**Description of the task**
From the data below, please reproduce exactly everything from the line that contains "[lon, lat]: readonly" down to the line that contains "const apart = (a: readonly", with both ends included.
####################
import { infiniteQueryOptions, queryOptions, useMutation, useQueryClient } from '@tanstack/react-query'
import type { z } from 'zod'
import type * as alerts from '../../shared/schemas/alerts'
import { endpoints } from '../../shared/schemas/endpoints'
import { isConflict } from './api-error'
import { call } from './call'

export type AlertFilter = Pick<z.input<typeof alerts.alertsQuery>, 'state' | 'severity'> & { regionId?: number }

export function alertsQuery(filter: AlertFilter = {}) {
  return queryOptions({
    queryKey: ['alerts', 'list', filter],
    queryFn: ({ signal }) => call(endpoints.listAlerts, { query: { ...filter, limit: 100 }, signal }),
  })
}

/** The same list in pages, for the room of alerts. */
export function alertPagesQuery(filter: AlertFilter) {
  return infiniteQueryOptions({
    queryKey: ['alerts', 'pages', filter],
    queryFn: ({ signal, pageParam }) =>
      call(endpoints.listAlerts, { query: { ...filter, limit: 50, cursor: pageParam ?? undefined }, signal }),
    initialPageParam: null as string | null,
    getNextPageParam: (page) => page.nextCursor,
  })
}

export function alertQuery(id: number) {
  return queryOptions({
    queryKey: ['alerts', id],
    queryFn: ({ signal }) => call(endpoints.alert, { params: { id }, signal }),
  })
}

export function explanationQuery(id: number) {
  return queryOptions({
    queryKey: ['alerts', id, 'explanation'],
    queryFn: ({ signal }) => call(endpoints.alertExplanation, { params: { id }, signal }),
    staleTime: 10 * 60_000,
  })
}

/**
 * One act on an alert. The version the person saw goes with it; when somebody else was faster the server refuses (409),
 * nothing is overwritten and the new state is fetched.
 */
function useAlertAct<Body>(id: number, act: (body: Body) => Promise<alerts.Alert>) {
  const client = useQueryClient()
  return useMutation({
    mutationFn: act,
    onSuccess: (alert) => {
      client.setQueryData(alertQuery(id).queryKey, alert)
      void client.invalidateQueries({ queryKey: ['alerts', 'list'] })
      void client.invalidateQueries({ queryKey: ['alerts', 'pages'] })
      void client.invalidateQueries({ queryKey: ['today'] })
      void client.invalidateQueries({ queryKey: ['regions'] })
    },
    onError: (error) => {
      if (isConflict(error)) void client.invalidateQueries({ queryKey: ['alerts'] })
    },
  })
}

const at = (id: number) => ({ params: { id } })

export const useAcknowledge = (id: number) =>
  useAlertAct(id, (body: z.input<typeof alerts.acknowledgement>) => call(endpoints.acknowledgeAlert, { ...at(id), body }))
export const useAddNote = (id: number) =>
  useAlertAct(id, (body: z.input<typeof alerts.alertNote>) => call(endpoints.noteAlert, { ...at(id), body }))
export const useAssign = (id: number) =>
  useAlertAct(id, (body: z.input<typeof alerts.assignment>) => call(endpoints.assignAlert, { ...at(id), body }))
export const useHold = (id: number) =>
  useAlertAct(id, (body: z.input<typeof alerts.hold>) => call(endpoints.holdAlert, { ...at(id), body }))
export const useClose = (id: number) =>
  useAlertAct(id, (body: z.input<typeof alerts.closing>) => call(endpoints.closeAlert, { ...at(id), body }))
export const useReopen = (id: number) =>
  useAlertAct(id, (body: z.input<typeof alerts.reopening>) => call(endpoints.reopenAlert, { ...at(id), body }))
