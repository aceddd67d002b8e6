import type { CurvilinearGrid, TransformGrid } from '../../../shared/science/grid'
import { cellCentre } from '../cell-centre'
import { LayerRefused } from '../layer-refused'
import { packingOf, unpackInPlace } from './cf-packing'
import { projectTo } from './project'
import type { RawNetcdf, RawVariable } from './raw-netcdf'

const samples = 7

/**
 * Cells of a projected grid must have places on Earth, and where the file also gives latitude and longitude cell by
 * cell, the two must agree within a cell: of two contradicting statements neither can be trusted.
 */
export function checkPlaces(
  grid: TransformGrid | CurvilinearGrid,
  name: string,
  file?: RawNetcdf,
  latitude?: RawVariable,
  longitude?: RawVariable,
): void {
  let [placed, compared, apart] = [0, 0, 0]
  for (const row of spread(grid.rows)) {
    for (const column of spread(grid.columns)) {
      const centre = cellCentre(grid, row * grid.columns + column)
      if (!Number.isFinite(centre[0] + centre[1])) continue
      placed++
      if (!file || !latitude || !longitude) continue
      const [lat, lon] = [latitude, longitude].map((variable) => valueAt(file, variable, row, column)) as [number, number]
      if (!Number.isFinite(lat + lon)) continue
      compared++
      if (cellsApart(grid, row, column, centre, [lon, lat]) > 1) apart++
    }
  }
  if (placed === 0) throw refused(name, 'its map projection cannot be turned into places')
  if (apart * 2 > compared) {
    throw refused(name, 'its map projection and its latitudes and longitudes contradict each other')
  }
}

function spread(count: number): number[] {
  return [...new Set(Array.from({ length: samples }, (_, i) => Math.floor(((count - 1) * i) / (samples - 1))))]
}

function valueAt(file: RawNetcdf, variable: RawVariable, row: number, column: number): number {
  const value = file.read(variable, [row, column], [1, 1])
  unpackInPlace(value, packingOf(variable))
  return value[0]!
}

function cellsApart(
  grid: TransformGrid | CurvilinearGrid,
  row: number,
  column: number,
  [lon, lat]: readonly [number, number],
  [otherLon, otherLat]: readonly [number, number],
): number {
  if (grid.kind === 'transform') {
    const [t, project] = [grid.transform, projectTo(grid.crs)]
    const [x, y] = project(otherLon, otherLat)
    const [dx, dy] = [x - (t[0] + t[1] * (column + 0.5) + t[2] * (row + 0.5)), y - (t[3] + t[4] * (column + 0.5) + t[5] * (row + 0.5))]
    return Math.hypot(dx, dy) / Math.min(Math.hypot(t[1], t[4]), Math.hypot(t[2], t[5]))
  }
  const beside = cellCentre(grid, row * grid.columns + (column > 0 ? column - 1 : column + 1))
  const apart = (a: readonly [number, number], b: readonly [number, number]) => {
    const aside = (a[0] - b[0] - 360 * Math.round((a[0] - b[0]) / 360)) * Math.cos((a[1] * Math.PI) / 180)
    return Math.hypot(aside, a[1] - b[1])
  }
  return apart([lon, lat], [otherLon, otherLat]) / apart([lon, lat], beside)
}

function refused(name: string, reason: string): LayerRefused {
  return new LayerRefused('unknown-place', `The file does not say with certainty where the cells of ${name} are: ${reason}.`, {
    variable: name,
    reason,
  })
}
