import type { AxesGrid } from '../../../shared/science/grid'
import { LayerRefused } from '../layer-refused'
import { edgesFromBounds, edgesFromCentres, isMonotonic, unwrapLongitudes } from './cf-edges'
import { packingOf, unpackInPlace } from './cf-packing'
import { lookUp } from './cf-roles'
import { maxAxisLength } from './limits'
import { type RawNetcdf, type RawVariable, textOf } from './raw-netcdf'

export interface PlacedGrid {
  grid: AxesGrid
  warnings: string[]
}

/** The grid two coordinate variables span; refuses when the place can't be told with certainty. */
export function axesGrid(file: RawNetcdf, latitude: RawVariable, longitude: RawVariable): PlacedGrid {
  const warnings: string[] = []
  const lats = readAxis(file, latitude)
  const farthest = lats.reduce((most, value) => Math.max(most, Math.abs(value)), 0)
  if (farthest > 90 + 1e-6) throw misplaced(latitude, `holds ${farthest}, beyond the poles`)
  const lons = unwrapLongitudes(readAxis(file, longitude))
  if (lons.some((value) => Math.abs(value) > 1080)) throw misplaced(longitude, 'holds angles beyond three turns')

  const latEdges = axisEdges(file, latitude, lats, warnings).map((edge) => Math.min(90, Math.max(-90, edge)))
  const lonEdges = axisEdges(file, longitude, lons, warnings, 360)
  const span = Math.abs(lonEdges[lonEdges.length - 1]! - lonEdges[0]!)
  const step = span / lons.length
  if (span > 360 + step * 1.5) throw misplaced(longitude, `spans ${span.toFixed(2)} degrees, more than a full circle`)
  if (span > 360 + step * 0.5) {
    warnings.push(`The last column of ${longitude.name} repeats the first (a full circle plus one); it counts once.`)
  }
  return {
    grid: { kind: 'axes', rows: lats.length, columns: lons.length, latEdges, lonEdges },
    warnings,
  }
}

/** The values of a coordinate variable, unpacked; refuses an axis with gaps. */
export function readAxis(file: RawNetcdf, variable: RawVariable): Float64Array {
  const length = variable.dimensions[0]!.size
  if (length === 0) throw misplaced(variable, 'is empty')
  if (length > maxAxisLength) {
    throw new LayerRefused('too-large', `${variable.name} declares ${length} values.`, { variable: variable.name, length })
  }
  const values = file.read(variable, [0], [length])
  unpackInPlace(values, packingOf(variable))
  if (values.some((value) => Number.isNaN(value))) throw misplaced(variable, 'has missing values')
  return values
}

/**
 * Edges of an axis's cells: from its bounds (or the n + 1 edges that older files name) where they fit its centres, else
 * half-way between centres. `turn`: bounds may be counted whole turns away from their centres.
 */
export function axisEdges(
  file: RawNetcdf,
  variable: RawVariable,
  centres: Float64Array,
  warnings: string[],
  turn?: number,
): Float64Array {
  if (!isMonotonic(centres)) throw misplaced(variable, 'does not run steadily in one direction')
  const pairs = boundPairs(file, variable, centres.length)
  if (pairs) {
    const edges = edgesFromBounds(turn === undefined ? pairs : nearCentres(pairs, centres, turn), centres)
    if (edges) return edges
    warnings.push(`The bounds of ${variable.name} leave gaps or miss their cells; edges are taken half-way between centres.`)
  }
  if (centres.length < 2) throw misplaced(variable, 'has a single value and no bounds, so its cell has no known size')
  return edgesFromCentres(centres)
}

function boundPairs(file: RawNetcdf, variable: RawVariable, cells: number): Float64Array | null {
  const named = (attribute: string) => {
    const name = textOf(variable.attributes, attribute)
    return name === null ? null : lookUp(file, variable, name)
  }
  const bounds = named('bounds')
  // Bounds lack attributes of their own: they take the packing of their coordinate.
  const packing = (own: RawVariable) => packingOf({ ...own, attributes: new Map([...variable.attributes, ...own.attributes]) })
  if (bounds?.type && bounds.dimensions.length === 2 && bounds.dimensions[0]!.size === cells && bounds.dimensions[1]!.size === 2) {
    const pairs = file.read(bounds, [0, 0], [cells, 2])
    unpackInPlace(pairs, packing(bounds))
    return pairs
  }
  const edges = named('edges')
  if (!edges?.type || edges.dimensions.length !== 1 || edges.dimensions[0]!.size !== cells + 1) return null
  const values = file.read(edges, [0], [cells + 1])
  unpackInPlace(values, packing(edges))
  return Float64Array.from({ length: 2 * cells }, (_, i) => values[(i + 1) >> 1]!)
}

/** Centres may have been unwrapped past 180 or 360; their bounds follow them. */
function nearCentres(pairs: Float64Array, centres: Float64Array, turn: number): Float64Array {
  return pairs.map((value, i) => value + turn * Math.round((centres[i >> 1]! - value) / turn))
}

function misplaced(variable: RawVariable, reason: string): LayerRefused {
  return new LayerRefused(
    'unknown-place',
    `The file does not say with certainty where its cells are: ${variable.name} ${reason}.`,
    { variable: variable.name, reason },
  )
}
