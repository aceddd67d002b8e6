import { infiniteQueryOptions, queryOptions, useMutation, useQueryClient } from '@tanstack/react-query'
import { endpoints } from '../../shared/schemas/endpoints'
import { call } from './call'

export interface LayersRequest {
  feedId?: number
  from?: string
  to?: string
}

export const layersQuery = ({ feedId, from, to }: LayersRequest) =>
  infiniteQueryOptions({
    queryKey: ['layers', 'list', feedId ?? null, from ?? null, to ?? null],
    queryFn: ({ pageParam, signal }) =>
      call(endpoints.listLayers, { query: { limit: 50, cursor: pageParam, feedId, from, to }, signal }),
    initialPageParam: undefined as string | undefined,
    getNextPageParam: (page) => page.nextCursor ?? undefined,
  })

export const layerQuery = (id: number) =>
  queryOptions({
    queryKey: ['layers', 'one', id],
    queryFn: ({ signal }) => call(endpoints.layer, { params: { id }, signal }),
  })

export function useMarkSuspect(id: number) {
  const client = useQueryClient()
  return useMutation({
    mutationFn: (body: { suspect: boolean; note: string }) => call(endpoints.markLayerSuspect, { params: { id }, body }),
    onSuccess: async () => {
      await client.invalidateQueries({ queryKey: ['layers'] })
      await client.invalidateQueries({ queryKey: ['regions'] })
    },
  })
}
####################
**Final answer**
  [lon, lat]: readonly [number, number],
  [otherLon, otherLat]: readonly [number, number],
): number {
  if (grid.kind === 'transform') {
    const [t, project] = [grid.transform, projectTo(grid.crs)]
    const [x, y] = project(otherLon, otherLat)
    const [dx, dy] = [x - (t[0] + t[1] * (column + 0.5) + t[2] * (row + 0.5)), y - (t[3] + t[4] * (column + 0.5) + t[5] * (row + 0.5))]
    return Math.hypot(dx, dy) / Math.min(Math.hypot(t[1], t[4]), Math.hypot(t[2], t[5]))
  }
  const beside = cellCentre(grid, row * grid.columns + (column > 0 ? column - 1 : column + 1))
  const apart = (a: readonly [number, number], b: readonly [number, number]) => {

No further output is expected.